[Stored data]
[Start of section]
'use client';

import { DraftItem } from '@/components/garage/draft-context';
import { DraftText } from '@/components/garage/draft-fields';
import { useWorksheet } from './worksheet-context';

/** A level reading says little without the position and temperature it was read in. */
export function LevelCheckEntry({ task, point }: { task: string; point: string }) {
  const { machine } = useWorksheet();
  const spec = machine?.terms?.fluidPoints.find((one) => one.point === point);
  const path = `tasks/${task}/levelChecks/${point}`;
  return (
    <DraftItem path={path} seed={{ point }}>
      <fieldset className="space-y-3">
        <legend className="figure mb-2 text-xl">{spec?.title ?? 'Level'}, level</legend>
        <DraftText path={`${path}/reading`} label="What it showed" placeholder="between the marks" />
        <DraftText
          path={`${path}/position`}
          label="Position"
          isOptional
          {...(spec?.levelPosition ? { hint: `Specified: ${spec.levelPosition}.` } : {})}
        />
        <DraftText
          path={`${path}/temperature`}
          label="Temperature"
          isOptional
          {...(spec?.levelTemperature ? { hint: `Specified: ${spec.levelTemperature}.` } : {})}
        />
      </fieldset>
    </DraftItem>
  );
}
[End of section]
### Directions for this task
Find and copy each line above that includes the string "DraftText".

### The answer
import { DraftText } from '@/components/garage/draft-fields';
        <DraftText path={`${path}/reading`} label="What it showed" placeholder="between the marks" />
        <DraftText
        <DraftText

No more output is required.